Manolo I de La Isleta, risa oficial de las islas
Hay un niño corriendo delante de una madre que lleva una alpargata en la mano. Hay una mujer que se encuentra a otra por la calle y se hablan por señas, y se hacen regañizas sin que se les escape ni una letra de la conversación. Hay un fumado que entra en la guagua para ir a trabajar por primera vez y se baja en la parada siguiente alegando que tampoco hay tanta prisa. Hay un cuñado que ejerce de ingeniero sin arrimarse mucho al fuego que su compadre lleva encendiendo hace una hora. Hay un vaso de Clipper sobre la mesa y una fiambrera con una ensaladilla rusa sobre la que naufragan una aceituna y diez tiras de pimientos morrones. Hay una señora que se llama Maruquita, y un niño que se llama Alersi, y un matao conocido por Feluco.
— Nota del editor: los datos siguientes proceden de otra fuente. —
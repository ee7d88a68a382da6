import { describe, expect, it } from 'vitest';
import fc from 'fast-check';
import { toCsv } from '../../src/core/export/csvText';
import { readCatalog } from '../../src/core/catalog/read';

const awkwardId = fc
  .array(fc.oneof(fc.constantFrom(',', '"', '\n', '\r\n', '#', '=', "'", 'é', '漢', ' '), fc.string({ unit: 'grapheme', minLength: 1, maxLength: 3 })), { minLength: 1, maxLength: 6 })
  .map((p) => p.join('').trim())
  .filter((s) => s !== '');

const rowArb = fc.record({
  id: awkwardId,
  raDeg: fc.double({ min: 0, max: 360, maxExcluded: true, noNaN: true }),
  decDeg: fc.double({ min: -90, max: 90, noNaN: true }),
  mag: fc.double({ min: -5, max: 30, noNaN: true }),
  color: fc.option(fc.double({ min: -2, max: 4, noNaN: true }), { nil: null }),
  note: fc.string({ unit: 'grapheme', maxLength: 5 }),
});

describe('a catalog written as CSV is read back with the same values', () => {
  it('keeps awkward ids, full double precision and the file line of each row', () => {
    fc.assert(
      fc.property(fc.array(rowArb, { maxLength: 25 }), fc.constantFrom('\n', '\r\n'), (rows, eol) => {
        const unique = rows.map((r, i) => ({ ...r, id: `${r.id}${i}` }));
        const text = toCsv(['id', 'ra', 'dec', 'mag', 'color', 'note'], unique.map((r) => [r.id, r.raDeg, r.decDeg, r.mag, r.color, r.note]), { eol });
        const got = readCatalog(text, 'c.csv');
        expect(got.rejects).toEqual([]);
        expect(got.rowsRead).toBe(unique.length);
        let line = 2;
        got.targets.forEach((t, i) => {
          const r = unique[i];
          expect(t).toEqual({ id: r.id, raDeg: r.raDeg, decDeg: r.decDeg, mag: r.mag, color: r.color, priority: null, role: 'tracer', line, extra: { note: r.note } });
          // A quoted line end counts as a file line (LF or CRLF files count LF characters; a lone CR is not a line end there).
          line += 1 + (r.id.match(/\n/g)?.length ?? 0) + (r.note.match(/\n/g)?.length ?? 0);
        });
      }),
      { numRuns: 300 },
    );
  });
});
Y hay un mago que toca este paisaje humano con su acento cruzado de la retranca de Monagas y de la dicción popular de La Isleta, y todo lo que es caricatura se vuelve carne de isleño, y la Historia cobra otra dimensión sin faltar a la verdad.
Ay, Manolo, que me descuajeringas las mandíbulas, carajo. El Chistera se convierte en un aquelarre de carcajadas y de estómagos dolientes que lloran desternillados con el espejo que el mago les pone delante, para que se vean sus propias vergüenzas rehogadas en su fabulosa parodia. Chacho, chacho, chacho.
No hace falta más para la magia. El rugido del mago sobre el micrófono basta para que comience el desfile. A veces un niño se queja, ño, maaa, yo no fui; a veces una alpargata habla sola, esta ves alcansas, mira que te lo ha dicho; un borracho eruta; un travesti luce todas las plumas; un bocadillo de chorizo de Teror se lleva tres estrellas Michelín; un peninsular aprende un idioma nuevo. Es así como un isleño se siente archipielágico.
Ahora el mago deja a un lado el micrófono y queda para siempre adherida al aire una socarronería sana que no perece, porque está hecha con madera de ingenio, con la burla de nuestras manías y ridiculeces. La voz grave del mago, las inflexiones de la mujer protestona o del afeminado saleroso, van flotando desde el recuerdo a las calles del barrio de su infancia, y desembocan en las quijadas de todos los canarios de bien, que celebran su existencia y su poder infalible para la gracia.
Maaaa, dise el cura que allárriba no se pué reí uno. ¿Y entonse Manolo?
Qué sabrá el cura. Que espere a las próximas navidades, que ya los santos están cogiendo sitio para verlo.